(Yogyakarta, 22/052025) — Di depan ruang pameran Taman Budaya Yogyakarta, Workshop Literasi Sastra Disabilitas dalam rangkaian Suluh Sumurup Art Fest 2025 menghadirkan suasana yang hangat dan inklusif. Dihadiri oleh penyair Irwan Dwi Kustanto dan Siti Atmaniyah, acara ini menjadi ruang bagi siapa saja terutama penyandang disabilitas untuk berbagi literasi, menyuarakan pengalaman hidup, dan membaca puisi mereka sendiri.

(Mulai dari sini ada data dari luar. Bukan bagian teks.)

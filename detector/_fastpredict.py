"""Scoring of a few samples with fitted histogram gradient-boosting models, without per-tree overhead.

scikit-learn's ``HistGradientBoosting*`` estimators add up their trees one Python call at a time (and
start an OpenMP team for each). That is right for large batches; for the one sample a comparison scores,
the ~500 calls cost a few milliseconds, far more than the arithmetic. Here all trees of an estimator are
flattened into one node table and walked together, one numpy step per tree level.

:func:`install` puts the flat walk in front of an estimator's own ``_predict_iterations`` for batches of
up to :data:`SMALL_BATCH` samples (larger batches, and the binned data used while fitting, go to
scikit-learn's own code). The sum over trees is taken in the same order as scikit-learn's, so the
predictions are the same to the last bit (a test checks it). :func:`uninstall` removes it again, which
:func:`detector.model.save_model` does before writing a file.
"""

from __future__ import annotations

import contextlib
from collections.abc import Iterator
from typing import Any

import numpy as np
from sklearn.ensemble import HistGradientBoostingClassifier, HistGradientBoostingRegressor

__all__ = ["SMALL_BATCH", "install", "uninstall", "estimators_of", "detached"]

#: Largest batch scored by the flat walk; larger ones use scikit-learn's parallel predictor.
SMALL_BATCH = 64

_HGB = (HistGradientBoostingClassifier, HistGradientBoostingRegressor)
_ATTR = "_predict_iterations"


class _FlatForest:
    """All trees of one fitted estimator as one node table (tree ``j`` starts at ``roots[j]``)."""

    def __init__(self, est: Any):
        per_iter = est._predictors
        n_k = int(est.n_trees_per_iteration_)
        tables = [pred.nodes for it in per_iter for pred in it]
        if not tables:
            raise ValueError("the estimator has no trees")
        if any(bool(np.any(t["is_categorical"])) for t in tables):
            raise ValueError("categorical splits are not supported by the flat walk")
        sizes = np.array([t.size for t in tables])
        start = np.concatenate([[0], np.cumsum(sizes)[:-1]])
        nodes = np.concatenate(tables)
        shift = np.repeat(start, sizes)
        self.roots = start.astype(np.intp)
        self.feature = nodes["feature_idx"].astype(np.intp)
        self.threshold = nodes["num_threshold"].astype(np.float64)
        self.missing_left = nodes["missing_go_to_left"].astype(bool)
        self.leaf = nodes["is_leaf"].astype(bool)
        self.left = np.where(self.leaf, 0, nodes["left"].astype(np.intp) + shift)
        self.right = np.where(self.leaf, 0, nodes["right"].astype(np.intp) + shift)
        self.value = nodes["value"].astype(np.float64)
        self.depth = int(nodes["depth"].max())
        # trees of output k, in iteration order (scikit-learn adds them in that order)
        k_of_tree = np.tile(np.arange(n_k), len(per_iter))
        self.trees_of = [np.flatnonzero(k_of_tree == k) for k in range(n_k)]

    def add_to(self, X: np.ndarray, raw: np.ndarray) -> None:
        """Add the leaf values of every tree for the rows of ``X`` to ``raw`` (n_samples, n_outputs)."""
        n = X.shape[0]
        node = np.broadcast_to(self.roots, (n, self.roots.size)).copy()
        rows = np.arange(n)[:, None]
        for _ in range(self.depth):
            inner = ~self.leaf[node]
            if not inner.any():
                break
            xv = X[rows, self.feature[node]]
            with np.errstate(invalid="ignore"):
                go_left = np.where(np.isnan(xv), self.missing_left[node], xv <= self.threshold[node])
            node = np.where(inner, np.where(go_left, self.left[node], self.right[node]), node)
        values = self.value[node]
        for k, trees in enumerate(self.trees_of):
            # running sum from the current value, tree by tree: the same additions as scikit-learn's loop
            seq = np.concatenate([raw[:, k : k + 1], values[:, trees]], axis=1)
            raw[:, k] = np.cumsum(seq, axis=1)[:, -1]


def _make_walker(est: Any, forest: _FlatForest) -> Any:
    original = type(est)._predict_iterations.__get__(est)

    def _predict_iterations(X, predictors, raw_predictions, is_binned, n_threads):
        if (is_binned or predictors is not est._predictors or X.shape[0] > SMALL_BATCH
                or X.dtype != np.float64):
            return original(X, predictors, raw_predictions, is_binned, n_threads)
        forest.add_to(X, raw_predictions)
        return None

    _predict_iterations._shotcheck_flat = True  # type: ignore[attr-defined]
    return _predict_iterations


def estimators_of(obj: Any) -> list[Any]:
    """Every fitted histogram gradient-boosting estimator inside ``obj`` (a ShotModel or an estimator)."""
    found: list[Any] = []
    seen: set[int] = set()

    def walk(o: Any, depth: int) -> None:
        if o is None or id(o) in seen or depth > 6:
            return
        seen.add(id(o))
        if isinstance(o, _HGB):
            if hasattr(o, "_predictors"):
                found.append(o)
            return
        if isinstance(o, (list, tuple)):
            for v in o:
                walk(v, depth + 1)
            return
        for name in ("classifier", "locator", "timer", "calibrated_", "calibrated_classifiers_", "estimator",
                     "model_"):
            walk(getattr(o, name, None), depth + 1)

    walk(obj, 0)
    return found


def install(obj: Any) -> int:
    """Give every fitted gradient-boosting estimator inside ``obj`` the flat walk for small batches.

    Idempotent. Estimators the walk cannot handle (categorical splits) are left as they are.

    Returns
    -------
    int
        Number of estimators that now use the flat walk.
    """
    n = 0
    for est in estimators_of(obj):
        current = est.__dict__.get(_ATTR)
        if current is not None and getattr(current, "_shotcheck_flat", False):
            n += 1
            continue
        try:
            forest = _FlatForest(est)
        except ValueError:
            continue
        est.__dict__[_ATTR] = _make_walker(est, forest)
        n += 1
    return n


def uninstall(obj: Any) -> None:
    """Remove the flat walk from every estimator inside ``obj`` (back to scikit-learn's own code)."""
    for est in estimators_of(obj):
        est.__dict__.pop(_ATTR, None)


@contextlib.contextmanager
def detached(obj: Any) -> Iterator[None]:
    """Context in which ``obj`` carries no flat walk (for pickling-like serialisation); restored after."""
    had = [est for est in estimators_of(obj) if _ATTR in est.__dict__]
    uninstall(obj)
    try:
        yield
    finally:
        for est in had:
            install(est)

Tahun ini, Suluh Sumurup Art Fest mengusung tema “Jejer”, sebuah kata dalam Bahasa Jawa yang secara harfiah berarti berdiri sejajar. Namun secara kontekstual, “Jejer” mengandung makna yang jauh lebih dalam: tentang subjek yang berani berdiri, yang setara dalam keberadaan dan suara. Tema ini menjadi latar kuat bagi workshop, di mana puisi tidak hanya tampil sebagai bentuk estetika, tetapi juga sebagai pernyataan keberanian dan pengakuan eksistensi.

Alih-alih sebuah kelas menulis formal, workshop ini lebih menyerupai forum terbuka yang dialogis. Partisipan diajak mendalami makna puisi sebagai pengalaman hidup, bukan sekadar produk sastra.

Siti Atmaniyah membuka sesi dengan menggugah kesadaran bahwa puisi lahir dari keseharian dari perasaan, relasi, dan pengalaman batin. Ia mengajak peserta untuk melihat puisi sebagai ruang kebebasan penuh.

“Mental, kejiwaan diri kita, keluarga banyak sekali objek yang bisa dijadikan tulisan berupa puisi. Puisi itu terbuka, tidak ada batasannya. Justru kita sendiri yang menciptakan batasan-batasan sehingga merasa tidak mampu menulis. Padahal cukup membuka pikiran, hati, dan perasaan, serta rajin membaca karya orang lain,” tutur Siti.

Ia menyoroti contoh penyair Dorothea Rosa Herliany, yang bahkan menulis puisi tanpa spasi, sebagai bentuk keberanian mendobrak struktur dan memperluas ekspresi. Sebuah sikap yang sejalan dengan semangat “Jejer” berani tampil sebagai subjek utuh.

Irwan Dwi Kustanto menghidupkan sesi dengan membagikan kisah-kisah pribadinya, bagaimana puisi telah menjadi bagian penting dalam hidup dan relasi sehari-hari.

“Saya ini penyair. Kadang karena tidak punya uang untuk beli pesawat jet sebagai hadiah, ya cukup memberi puisi,” katanya disambut gelak tawa peserta. “Apakah istri saya merasa itu hadiah besar? Entahlah. Tapi bagi saya itu tulus dan bermakna.”

Puisi, menurut Irwan, bukanlah teori belaka, melainkan pengalaman nyata yang dihidupi. “Hari ini, Suluh Sumurup menyajikan satu peristiwa yang sangat penting. Puisi hari ini tidak hanya dibaca, tapi juga dialami,” tegasnya. Dalam konteks tema “Jejer”, Irwan menunjukkan bagaimana puisi dapat menjadi pengikat, penguat, sekaligus saksi keberadaan manusia dalam hidup bersama.

Salah satu kekuatan utama workshop ini adalah keterlibatan aktif penyandang disabilitas, yang tidak hanya hadir sebagai penonton tetapi juga sebagai pembaca puisi dan penyampai pengalaman. Dalam ruang ini, mereka berdiri sejajar mewujudkan makna “Jejer” secara nyata. 

Workshop ini bukan sekadar acara sastra. Ia adalah peristiwa budaya yang mewujudkan tema besar SSAF 2025 “Jejer” melalui praktik nyata: bahwa setiap suara layak didengar, setiap keberadaan layak diakui. Melalui puisi, para peserta tidak hanya mengekspresikan diri, tapi juga membangun keberanian untuk berdiri sejajar dalam kehidupan sosial dan kebudayaan.

“Puisi adalah milik semua orang. Dan hari ini, kita menyaksikan bahwa tidak ada batasan untuk mencintai kata-kata,” pungkas Siti Atmaniyah.

Dengan penyair, komunitas disabilitas, dan pegiat literasi dari berbagai latar belakang, workshop ini menjadi pengingat bahwa sastra bisa menjadi ruang paling manusiawi tempat di mana kita bisa berbicara, didengar, dan bersama-sama berdiri  “Jejer”.